Show each line of the records below where the word "expected" occurs.
══════════
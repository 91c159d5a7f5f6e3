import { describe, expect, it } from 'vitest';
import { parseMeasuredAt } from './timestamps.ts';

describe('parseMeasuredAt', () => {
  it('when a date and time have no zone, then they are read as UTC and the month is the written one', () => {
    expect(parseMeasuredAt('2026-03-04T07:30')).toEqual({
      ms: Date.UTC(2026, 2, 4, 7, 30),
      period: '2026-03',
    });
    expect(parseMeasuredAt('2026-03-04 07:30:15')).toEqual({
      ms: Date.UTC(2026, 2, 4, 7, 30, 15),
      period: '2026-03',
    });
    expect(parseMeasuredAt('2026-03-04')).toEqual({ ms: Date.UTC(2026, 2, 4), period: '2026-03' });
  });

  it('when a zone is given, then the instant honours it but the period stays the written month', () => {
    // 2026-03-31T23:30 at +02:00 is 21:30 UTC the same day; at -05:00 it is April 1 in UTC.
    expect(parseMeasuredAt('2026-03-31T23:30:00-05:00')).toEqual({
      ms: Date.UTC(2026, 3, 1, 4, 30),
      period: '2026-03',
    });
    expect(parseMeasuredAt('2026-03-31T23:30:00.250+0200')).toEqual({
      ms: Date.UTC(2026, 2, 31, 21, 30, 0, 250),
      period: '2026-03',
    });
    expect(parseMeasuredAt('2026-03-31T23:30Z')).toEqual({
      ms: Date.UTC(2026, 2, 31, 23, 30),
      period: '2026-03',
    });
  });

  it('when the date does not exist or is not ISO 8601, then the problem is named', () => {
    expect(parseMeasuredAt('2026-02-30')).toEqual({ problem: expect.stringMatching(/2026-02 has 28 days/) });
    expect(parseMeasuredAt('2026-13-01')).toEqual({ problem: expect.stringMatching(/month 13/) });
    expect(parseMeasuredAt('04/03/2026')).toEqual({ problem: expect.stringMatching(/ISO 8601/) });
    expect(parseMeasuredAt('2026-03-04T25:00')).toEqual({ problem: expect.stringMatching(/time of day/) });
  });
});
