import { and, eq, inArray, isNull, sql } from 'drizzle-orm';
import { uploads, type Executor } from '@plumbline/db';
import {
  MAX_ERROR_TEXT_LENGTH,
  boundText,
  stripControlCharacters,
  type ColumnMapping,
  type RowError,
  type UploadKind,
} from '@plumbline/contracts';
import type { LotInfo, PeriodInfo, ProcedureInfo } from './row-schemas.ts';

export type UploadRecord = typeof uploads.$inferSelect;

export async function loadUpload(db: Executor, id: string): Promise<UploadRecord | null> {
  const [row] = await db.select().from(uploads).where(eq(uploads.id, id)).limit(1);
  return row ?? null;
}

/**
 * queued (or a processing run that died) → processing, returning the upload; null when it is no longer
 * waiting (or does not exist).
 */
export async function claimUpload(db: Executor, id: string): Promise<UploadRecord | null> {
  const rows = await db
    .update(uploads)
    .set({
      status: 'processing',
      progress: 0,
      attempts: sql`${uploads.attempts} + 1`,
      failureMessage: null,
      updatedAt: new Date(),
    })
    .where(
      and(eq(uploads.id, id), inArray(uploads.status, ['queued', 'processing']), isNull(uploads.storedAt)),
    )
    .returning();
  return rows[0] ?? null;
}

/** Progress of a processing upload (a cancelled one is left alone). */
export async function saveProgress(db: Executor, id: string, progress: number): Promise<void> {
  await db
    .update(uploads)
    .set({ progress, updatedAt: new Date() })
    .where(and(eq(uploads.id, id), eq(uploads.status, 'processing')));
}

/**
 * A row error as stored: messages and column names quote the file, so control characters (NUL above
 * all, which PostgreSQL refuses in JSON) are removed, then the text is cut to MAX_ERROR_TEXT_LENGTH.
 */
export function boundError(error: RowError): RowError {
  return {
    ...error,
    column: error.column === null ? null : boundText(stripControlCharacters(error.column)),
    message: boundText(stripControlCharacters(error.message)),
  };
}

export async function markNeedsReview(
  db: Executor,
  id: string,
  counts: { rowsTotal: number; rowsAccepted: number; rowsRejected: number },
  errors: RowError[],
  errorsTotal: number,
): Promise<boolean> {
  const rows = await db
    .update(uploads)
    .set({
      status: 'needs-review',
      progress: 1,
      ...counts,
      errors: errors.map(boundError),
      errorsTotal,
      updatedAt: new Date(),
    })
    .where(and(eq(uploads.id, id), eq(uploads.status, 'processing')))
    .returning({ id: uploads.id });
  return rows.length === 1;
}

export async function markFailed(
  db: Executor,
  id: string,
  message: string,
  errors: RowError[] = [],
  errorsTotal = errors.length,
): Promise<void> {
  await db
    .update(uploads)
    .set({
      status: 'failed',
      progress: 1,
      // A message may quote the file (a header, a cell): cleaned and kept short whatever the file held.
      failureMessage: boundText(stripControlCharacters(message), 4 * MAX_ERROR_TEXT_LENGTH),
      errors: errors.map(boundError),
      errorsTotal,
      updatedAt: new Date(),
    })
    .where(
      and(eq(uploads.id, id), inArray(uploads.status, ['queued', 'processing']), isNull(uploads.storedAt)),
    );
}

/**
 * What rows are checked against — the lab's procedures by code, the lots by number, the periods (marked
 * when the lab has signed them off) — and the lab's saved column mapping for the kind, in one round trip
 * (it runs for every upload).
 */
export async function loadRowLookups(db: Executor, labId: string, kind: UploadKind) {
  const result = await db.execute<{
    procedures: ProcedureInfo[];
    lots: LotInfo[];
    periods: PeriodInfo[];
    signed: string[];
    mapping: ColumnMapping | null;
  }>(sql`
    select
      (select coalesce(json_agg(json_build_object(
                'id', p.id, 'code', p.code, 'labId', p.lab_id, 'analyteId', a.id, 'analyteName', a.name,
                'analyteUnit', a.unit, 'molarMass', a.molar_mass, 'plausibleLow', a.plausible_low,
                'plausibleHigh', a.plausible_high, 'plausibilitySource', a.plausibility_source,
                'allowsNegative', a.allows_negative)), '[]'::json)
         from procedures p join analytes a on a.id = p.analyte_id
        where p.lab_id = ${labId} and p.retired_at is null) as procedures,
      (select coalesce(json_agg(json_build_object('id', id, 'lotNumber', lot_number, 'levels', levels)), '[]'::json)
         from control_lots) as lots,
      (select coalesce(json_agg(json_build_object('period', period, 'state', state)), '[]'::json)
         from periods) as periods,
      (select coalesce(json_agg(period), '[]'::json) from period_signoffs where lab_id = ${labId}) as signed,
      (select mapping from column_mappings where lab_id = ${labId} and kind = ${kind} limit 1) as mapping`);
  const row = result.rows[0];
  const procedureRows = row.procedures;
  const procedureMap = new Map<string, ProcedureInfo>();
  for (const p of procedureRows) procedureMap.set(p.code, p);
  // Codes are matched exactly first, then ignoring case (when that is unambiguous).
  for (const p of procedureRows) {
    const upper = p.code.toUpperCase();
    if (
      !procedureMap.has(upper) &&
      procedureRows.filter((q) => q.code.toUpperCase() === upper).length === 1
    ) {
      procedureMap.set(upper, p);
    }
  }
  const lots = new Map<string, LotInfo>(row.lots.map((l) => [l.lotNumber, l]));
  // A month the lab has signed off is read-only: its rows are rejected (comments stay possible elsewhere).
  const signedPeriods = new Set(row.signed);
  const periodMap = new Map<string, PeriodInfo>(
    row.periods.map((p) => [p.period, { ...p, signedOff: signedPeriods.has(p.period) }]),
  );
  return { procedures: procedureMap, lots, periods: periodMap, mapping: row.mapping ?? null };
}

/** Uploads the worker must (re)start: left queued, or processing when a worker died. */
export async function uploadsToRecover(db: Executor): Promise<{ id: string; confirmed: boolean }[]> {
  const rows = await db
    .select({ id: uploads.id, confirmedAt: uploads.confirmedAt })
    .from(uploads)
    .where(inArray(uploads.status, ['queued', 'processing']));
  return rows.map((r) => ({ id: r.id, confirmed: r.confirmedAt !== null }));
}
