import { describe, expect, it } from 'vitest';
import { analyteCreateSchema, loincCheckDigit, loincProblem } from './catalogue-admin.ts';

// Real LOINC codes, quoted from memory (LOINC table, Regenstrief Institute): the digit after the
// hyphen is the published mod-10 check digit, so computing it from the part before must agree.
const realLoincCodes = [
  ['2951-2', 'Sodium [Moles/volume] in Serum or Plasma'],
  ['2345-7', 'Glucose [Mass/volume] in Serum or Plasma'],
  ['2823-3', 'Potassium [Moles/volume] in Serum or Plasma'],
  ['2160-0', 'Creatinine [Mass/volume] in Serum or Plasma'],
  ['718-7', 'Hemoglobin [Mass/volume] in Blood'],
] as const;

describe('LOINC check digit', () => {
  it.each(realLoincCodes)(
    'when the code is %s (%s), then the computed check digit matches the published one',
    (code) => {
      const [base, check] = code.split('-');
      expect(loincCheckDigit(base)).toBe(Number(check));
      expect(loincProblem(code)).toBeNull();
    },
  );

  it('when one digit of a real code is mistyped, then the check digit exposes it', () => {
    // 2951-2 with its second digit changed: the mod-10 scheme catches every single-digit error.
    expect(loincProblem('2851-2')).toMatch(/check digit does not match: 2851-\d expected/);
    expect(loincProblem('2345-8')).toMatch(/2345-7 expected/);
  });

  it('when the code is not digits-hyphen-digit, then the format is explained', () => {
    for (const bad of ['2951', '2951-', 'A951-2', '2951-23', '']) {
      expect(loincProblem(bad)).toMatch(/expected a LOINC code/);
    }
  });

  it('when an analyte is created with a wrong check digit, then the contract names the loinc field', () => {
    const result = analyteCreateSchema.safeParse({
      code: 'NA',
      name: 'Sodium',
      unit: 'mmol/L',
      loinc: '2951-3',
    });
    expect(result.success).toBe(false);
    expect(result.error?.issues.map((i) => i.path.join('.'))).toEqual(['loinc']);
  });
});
══════════
__RESPONSE AREA__:
    expect(loincProblem('2851-2')).toMatch(/check digit does not match: 2851-\d expected/);
    expect(loincProblem('2345-8')).toMatch(/2345-7 expected/);
      expect(loincProblem(bad)).toMatch(/expected a LOINC code/);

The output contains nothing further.